Product and Software: This article applies to all MMS versions that support HA configuration.
In a twin MMS system configured for High Availability (HA), both systems should have a copy of the same Solid database. The master copy is on the active server and the standby should hold an exact copy or at least this copy is synched every few minutes. The copy on the standby server may become corrupted for a number of reasons, like isolation from the active server or crash on the standby server. Typically, recovery from such a situation would be the same as recovery from a network-induced HA switch over.
To recover an HA system from corruption, you must:
- Check for database corruption.
- Recreate the database on the standby server.
Check for Database Corruption
Connect to the server using ssh and run the following commands:
1) ls - l /opt/aruba/solid/data/solid.db -rw------- 1 root root 2437152768 Jan 31 14:16 /opt/aruba/solid/data/solid.db
Check timestamp and size. They should be similar.
2) more /opt/aruba/solid/data/solerror.out
Check for messages similar to this "Fri Jan 25 11:24:55 2008 Database is a broken HSB copy or netcopy". This indicates that the copy from the active never succeeded.
3) tail -f /var/log/messages
Check for errors.
4) ps aux|grep stunnel root 29382 0.0 0.0 4496 2020 ? Ss 18:57 0:00 /usr/sbin/stunnel /etc/stunneld.conf . root 30182 0.0 0.0 5272 656 pts/1 S+ 19:07 0:00 grep stunnel
During initial copy of the database, only one instance will be seen on the standby server. However the active server should have two.
5) ps aux |grep stunnel root 2328 0.0 0.0 4948 1732 ? Ss 15:34 0:00 /usr/sbin/stunnel /etc/stunneld.conf . root 5055 0.2 0.0 5352 2028 ? Ss 16:22 0:00 /usr/sbin/stunnel /opt/aruba/conf/stunnelc.conf root 5276 0.0 0.0 3896 632 pts/0 R+ 16:23 0:00 grep stunnel
If the standby database file /opt/aruba/solid/data/solid.db appears stale, then this could point to a database corruption. To recover, first disable the HA configuration from the admin server in the MMS web interface. After it is unconfigured on the active server, this condition should replicate itself to the standby.
6) Check the status of the database. Ensure that active server returns to a STANDALONE state.
/opt/aruba/solid/ solsql -e "admin command'hsb state'" dba dba Solid SQL Editor (teletype) v.04.50.0133 (C) Copyright Solid Information Technology Ltd 1993-2007 Connected to default server. RC TEXT -- ---- 0 STANDALONE => db state on the active server. 1 rows fetched. SOLID SQL Editor exiting. There are five states - PRIMARY ALONE, PRIMARY ACTIVE, SECONDARY ALONE, SECONDARY ACTIVE, STANDALONE.

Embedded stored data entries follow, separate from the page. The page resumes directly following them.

// Calibration and power of the drift-regression test.
//
// Under the null, paths are simulated from linear (Ornstein-Uhlenbeck)
// truths where b is mu-separated from a given C in the (projected) truth;
// p-values should be uniform (Kolmogorov-Smirnov) and the rejection count at
// level 0.05 should lie in its exact binomial interval, for the F test and
// the robust Wald variant; both bands are sized by the rule in
// calibration_checks.h (family-wise 0.001, Bonferroni over the file's 8 null
// checks). Sampling at interval dt makes the discrete
// transition e^{M dt} couple a to b through c at order dt^2 (here
// 0.5 * 0.5 * 0.1^2 / 2 per unit), far below what 5,000 increments detect.
#include <cstdio>

#include <doctest/doctest.h>

#include "graph/dmg.h"
#include "base/random_stream.h"
#include "learners/independence/drift_test.h"
#include "sim/diffusion_model.h"
#include "sim/diffusion_simulator.h"
#include "tests/learners/independence/calibration_checks.h"

namespace locind::learners {
namespace {

constexpr int kReplicates = 300;
// Null checks of this file: per null case and variant, the rejection-count
// interval and the KS distance (CheckNull): 2 x 2 x 2.
constexpr int kNullChecks = 8;
// SciPy 1.10: stats.kstwo.ppf(1 - 0.001 / 8, 300) = 0.126284.
constexpr double kKsCritical = 0.126284;

enum class Setting { kNull, kNullHidden, kAlternative };

graph::TruthGraph Truth(Setting s) {
  if (s == Setting::kAlternative) {
    graph::Dmg g({"a", "b"});
    g.AddDirected(0, 1);
    for (int v = 0; v < 2; ++v) g.AddDirected(v, v);
    return {g, {}};
  }
  if (s == Setting::kNull) {
    graph::Dmg g({"a", "c", "b"});
    g.AddDirected(0, 1);
    g.AddDirected(1, 2);
    for (int v = 0; v < 3; ++v) g.AddDirected(v, v);
    return {g, {}};
  }
  // The hidden mediator h makes b's drift depend on c's past, not only on
  // its present: the filtered histories are needed.
  graph::Dmg g({"a", "c", "h", "b"});
  g.AddDirected(0, 1);
  g.AddDirected(1, 2);
  g.AddDirected(2, 3);
  for (int v = 0; v < 4; ++v) g.AddDirected(v, v);
  return {g, {2}};
}

// p-values of the F test and the robust Wald test over `replicates` draws.
std::vector<std::vector<double>> Run(Setting s, double coupling, double horizon, int replicates,
                                     uint64_t seed) {
  const sim::DiffusionModel model = sim::LinearDiffusion(Truth(s), 1.0, coupling, 1.0);
  sim::PathRunOptions o;
  o.horizon = horizon;
  o.interval = 0.1;
  o.step = 0.01;
  o.burn_in = 20;
  std::vector<std::vector<double>> p(2);
  for (int r = 0; r < replicates; ++r) {
    base::RandomStream random(base::StreamKey{seed, uint64_t(s), uint64_t(r), 0});
    sim::PathData d = sim::SimulateDiffusion(model, o, random).value();
    const int b = d.processes() - 1;
    const TestQuery q = s == Setting::kAlternative ? TestQuery{b, {0}, {b}} : TestQuery{b, {0}, {1, b}};
    for (int v = 0; v < 2; ++v) {
      const DriftStatistic stat = v == 0 ? DriftStatistic::kF : DriftStatistic::kRobustWald;
      auto test = DriftTest::Create(d, {.statistic = stat}).value();
      const TestResult t = test.Run(q);
      REQUIRE(t.status == TestStatus::kOk);
      p[v].push_back(t.p_value);
    }
  }
  return p;
}

void Report(const char* name, const std::vector<std::vector<double>>& p) {
  const char* variants[] = {"F", "robust Wald"};
  for (int v = 0; v < 2; ++v) {
    std::printf("%s, %s: rejections at 0.05: %d / %zu, at 0.01: %d, KS distance %.4f\n", name,
                variants[v], CountBelow(p[v], 0.05), p[v].size(), CountBelow(p[v], 0.01),
                KolmogorovSmirnovDistance(p[v]));
  }
}

void CheckNull(const std::vector<std::vector<double>>& p) {
  // [3, 31] (SciPy binom.ppf, checked in the first test case).
  const auto [lo, hi] = BinomialInterval(kReplicates, 0.05, PerCheckCoverage(kNullChecks));
  for (int v = 0; v < 2; ++v) {
    CHECK(CountBelow(p[v], 0.05) >= lo);
    CHECK(CountBelow(p[v], 0.05) <= hi);
    CHECK(KolmogorovSmirnovDistance(p[v]) < kKsCritical);
  }
}

TEST_CASE("the binomial interval matches SciPy") {
  // SciPy 1.10: stats.binom.ppf([0.005, 0.995], 300, 0.05) = [6, 25];
  // stats.binom.ppf([0.005, 0.995], 200, 0.05) = [3, 19];
  // stats.binom.ppf([0.001 / 16, 1 - 0.001 / 16], 300, 0.05) = [3, 31] (the
  // band of both calibration files, 8 null checks each).
  CHECK(BinomialInterval(300, 0.05, 0.99) == std::make_pair(6, 25));
  CHECK(BinomialInterval(200, 0.05, 0.99) == std::make_pair(3, 19));
  CHECK(BinomialInterval(300, 0.05, PerCheckCoverage(8)) == std::make_pair(3, 31));
  CHECK(KolmogorovSmirnovDistance({0.25, 0.75}) == doctest::Approx(0.25));
}

TEST_CASE("null without hidden processes: a -> c -> b, b given {b, c}") {
  const auto p = Run(Setting::kNull, 0.5, 500, kReplicates, 201);
  Report("drift null", p);
  CheckNull(p);
}

TEST_CASE("null with a hidden mediator: a -> c -> h -> b, h hidden, b given {b, c}") {
  const auto p = Run(Setting::kNullHidden, 0.5, 500, kReplicates, 202);
  Report("drift null hidden", p);
  CheckNull(p);
}

TEST_CASE("strong alternative with a long window: a -> b") {
  const auto p = Run(Setting::kAlternative, 0.5, 500, 50, 203);
  Report("drift alternative c=0.5 T=500", p);
  // Power check (not sized by the null rule; threshold from the printed counts).
  for (int v = 0; v < 2; ++v) CHECK(CountBelow(p[v], 0.05) >= 49);
}

TEST_CASE("power grows with the window for a weak coupling") {
  const auto short_window = Run(Setting::kAlternative, 0.1, 50, 100, 204);
  const auto long_window = Run(Setting::kAlternative, 0.1, 500, 100, 205);
  Report("drift alternative c=0.1 T=50", short_window);
  Report("drift alternative c=0.1 T=500", long_window);
  for (int v = 0; v < 2; ++v) {
    CHECK(CountBelow(long_window[v], 0.05) > CountBelow(short_window[v], 0.05));
  }
}

}  // namespace
}  // namespace locind::learners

Recreate the Database on the Standby Server
Second, you must recreate the entire database on the standby server. As the database recreation is destructive, it is advised to back up /opt/aruba/solid/data/*.out. These could be useful later.
The commands needed to recreate a new database are:
- /etc/init.d/mmgr stop: stops the MMS system
- /opt/aruba/solid/solid.sh wipe: removes the /opt/aruba/solid/data directory and all its contents
- /etc/init.d/mmgr start: restarts the MMS processes. Part of this script will start the solid database and create a new empty database.
When both servers are up and stable, reconfigure the HA configuration on the active server. Wait for the HA configuration to stabilize. This may be checked in the usual way.